Aller au contenu

Alerting

Alert Rules

17 rules across 6 categories, defined in both Prometheus (prometheus/alerts/) and Grafana Unified Alerting.

Node (Infrastructure)

Alert Condition Severity Rationale
HighCpuUsage > 80% for 5 min warning Sustained high CPU impacts all containers. 80% leaves headroom before saturation.
HighMemoryUsage > 85% for 5 min warning OOM kills start above 90%. 85% gives time to react.
DiskSpaceLow < 15% free for 5 min critical Below 15% risks database corruption (WAL writes fail).

Containers

Alert Condition Severity Rationale
ContainerRestarted New restart detected warning Catches crash loops and OOM kills early.
ContainerDown Aletheia web/celery absent > 2 min critical Core services — immediate attention required.
ContainerHighMemory > 90% of memory limit for 5 min warning Approaching OOM kill territory.

PostgreSQL

Alert Condition Severity Rationale
PostgresConnectionsHigh > 80% of max_connections for 5 min warning Connection exhaustion causes new requests to fail.
PostgresDown Exporter reports down critical Database outage — all apps affected.

Application

Alert Condition Severity Rationale
HealthCheckFailing Non-2xx for 2 min critical App is unreachable from outside.
NginxHigh5xxRate > 5% of requests are 5xx for 5 min warning Signals backend errors or overload.
CeleryQueueBacklog > 50 pending messages for 10 min warning Tasks piling up — worker may be stuck or down.
CeleryWorkerDown Worker offline > 2 min critical Background tasks stop processing entirely.
CeleryHighFailRate > 10% failure rate over 5 min warning Systematic task failures (bad data, external service down).

SSL

Alert Condition Severity Rationale
SslCertExpiringSoon Expires in < 14 days warning Certbot should auto-renew at 30 days.

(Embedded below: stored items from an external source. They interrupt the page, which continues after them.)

// ---- within (and the within part of random): demeaned y on demeaned X (+ demeaned
// period indicators, reference = earliest period present), no intercept.
Design build_within(const Context& ctx, const std::vector<std::size_t>& rows, const UnitRuns& runs) {
    Design d;
    EquationInput& in = d.input;
    in.estimator = Estimator::within;
    fill_ids(ctx, rows, in);
    const std::vector<std::int32_t> pcols =
        ctx.spec.period_effects ? period_columns(in.period, ctx.index.n_periods(), true)
                                : std::vector<std::int32_t>{};
    const Index N = static_cast<Index>(rows.size());
    const Index K = static_cast<Index>(ctx.k_reg) + static_cast<Index>(pcols.size());
    in.X.resize(N, K);
    in.y.resize(N);
    in.absorbed = runs.begin.size();
    std::vector<Index> invariant;
    Index col = 0;
    for (std::size_t j = 0; j < ctx.k_reg; ++j, ++col) {
        const Column& x = ctx.data.regressors[j];
        const std::vector<double> means = run_means(runs, [&](std::size_t k) { return value(x, rows[k]); });
        double levels = 0, within = 0;  // only for the 1e-13 threshold: double suffices
        for (std::size_t r = 0; r < runs.begin.size(); ++r)
            for (std::size_t k = runs.begin[r]; k < runs.end[r]; ++k) {
                const double v = value(x, rows[k]);
                const double dm = v - means[r];
                in.X(static_cast<Index>(k), col) = dm;
                levels += v * v;
                within += dm * dm;
            }
        if (!std::isfinite(levels) || !std::isfinite(within)) {
            // values near the double range: redo the sums where they cannot overflow
            long double l = 0, w = 0;
            for (Index k = 0; k < N; ++k) {
                const long double v = value(x, rows[static_cast<std::size_t>(k)]);
                const long double dm = in.X(k, col);
                l += v * v;
                w += dm * dm;
            }
            levels = 1.0;
            within = (w == 0 || std::sqrt(w) <= 1e-13L * std::sqrt(l)) ? 0.0 : 1.0;
        }
        if (within == 0 || std::sqrt(within) <= 1e-13 * std::sqrt(levels)) invariant.push_back(col);
        in.terms.push_back(ctx.regressor_names[j]);
    }
    for (std::int32_t p : pcols) {
        for (std::size_t r = 0; r < runs.begin.size(); ++r) {
            std::size_t count = 0;
            for (std::size_t k = runs.begin[r]; k < runs.end[r]; ++k) count += in.period[k] == p ? 1u : 0u;
            const double share = static_cast<double>(count) / static_cast<double>(runs.end[r] - runs.begin[r]);
            for (std::size_t k = runs.begin[r]; k < runs.end[r]; ++k)
                in.X(static_cast<Index>(k), col) = (in.period[k] == p ? 1.0 : 0.0) - share;
        }
        in.terms.push_back(period_term(ctx.index, p));
        ++col;
    }
    const std::vector<double> ymeans =
        run_means(runs, [&](std::size_t k) { return value(ctx.data.outcome, rows[k]); });
    for (std::size_t r = 0; r < runs.begin.size(); ++r)
        for (std::size_t k = runs.begin[r]; k < runs.end[r]; ++k)
            in.y[static_cast<Index>(k)] = value(ctx.data.outcome, rows[k]) - ymeans[r];
    drop_columns(d, invariant, DropReason::no_within_variation,
                 "has no variation within units; dropped by within (the unit effects absorb it)");
    return d;
}

// Unit means of the level design [1?, X, period indicators] (one row per run), used by
// between and random.
struct MeansDesign {
    MatrixXd X;             // runs x K
    VectorXd y;             // runs
    std::vector<std::string> terms;
    int intercept_column = -1;
};

MeansDesign unit_mean_design(const Context& ctx, const std::vector<std::size_t>& rows, const UnitRuns& runs,
                             const std::vector<std::int32_t>& row_periods, bool intercept,
                             const std::vector<std::int32_t>& pcols) {
    MeansDesign m;
    const Index n = static_cast<Index>(runs.begin.size());
    auto put = [&](const std::vector<double>& means, auto& out) {
        for (Index r = 0; r < n; ++r) out[r] = means[static_cast<std::size_t>(r)];
    };
    fill_design(
        ctx, n, intercept, pcols, m.X, m.y, m.terms, m.intercept_column,
        [&](std::size_t j, auto& out) {
            const Column& x = ctx.data.regressors[j];
            put(run_means(runs, [&](std::size_t k) { return value(x, rows[k]); }), out);
        },
        [&](std::int32_t p, auto& out) {
            put(run_means(runs, [&](std::size_t k) { return row_periods[k] == p ? 1.0 : 0.0; }), out);
        },
        [&](auto& out) { put(run_means(runs, [&](std::size_t k) { return value(ctx.data.outcome, rows[k]); }), out); });
    return m;
}

double squared_correlation(const std::vector<long double>& a, const std::vector<long double>& b) {
    const std::size_t n = a.size();
    if (n < 2) return std::numeric_limits<double>::quiet_NaN();
    long double ma = 0, mb = 0;
    for (std::size_t i = 0; i < n; ++i) {
        ma += a[i];
        mb += b[i];
    }
    ma /= static_cast<long double>(n);
    mb /= static_cast<long double>(n);
    long double sab = 0, saa = 0, sbb = 0;
    for (std::size_t i = 0; i < n; ++i) {
        sab += (a[i] - ma) * (b[i] - mb);
        saa += (a[i] - ma) * (a[i] - ma);
        sbb += (b[i] - mb) * (b[i] - mb);
    }
    if (saa == 0 || sbb == 0) return std::numeric_limits<double>::quiet_NaN();
    return static_cast<double>(sab * sab / (saa * sbb));
}

std::optional<double> finite_or_empty(double v) {
    if (std::isfinite(v)) return v;
    return std::nullopt;
}

}  // namespace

If it hasn't by 14 days, renewal is broken.

Helios

Alert Condition Severity Rationale
HeliosContainerDown No web container > 2 min critical Practice websites are down.
HeliosContainerRestarting > 2 restarts in 15 min warning Crash loop — investigate logs.
HeliosHealthCheckFailing Practice site probes failing > 5 min critical Specific practice site unreachable.
HeliosSSLExpiringSoon Practice domain SSL < 14 days to expiry warning Practice site will show browser warning.

Notification Routing

Alerts route through two channels:

Channel Type Details
Email (primary) SMTP via Brevo alerts@groupe-suffren.com
Teams (secondary) Webhook via Power Automate Posts to configured Teams channel

Timing:

  • Group wait: 30 seconds (batch initial alerts)
  • Group interval: 5 minutes (batch follow-up updates)
  • Repeat interval: 4 hours (re-send if still unresolved)

Blackbox Probes

External monitoring via HTTP health checks and SSL certificate probes:

Targets probed (30s interval for health, 15s for SSL):

  • Aletheia: prod, staging, dev
  • Helios practice sites: cabinet-dentaire-aubagne.fr, le-canet.chirurgiens-dentistes.fr, cabinet-bodin.fr, dr-david-simon.chirurgiens-dentistes.fr
  • Helios subdomains: prod/staging/dev variants on groupe-suffren.com
  • Monitoring: monitoring.groupe-suffren.com

Modifying Alert Rules

  1. Edit the relevant file in monitoring/prometheus/alerts/
  2. Run make deploy — this copies files and reloads Prometheus via /-/reload
  3. For Grafana-side rules: edit monitoring/grafana/provisioning/alerting/rules.yml
  4. Grafana auto-reloads alerting rules on file change

Keep rules in sync

Alert rules are duplicated in Prometheus (for evaluation) and Grafana (for UI display and routing). When modifying thresholds, update both files.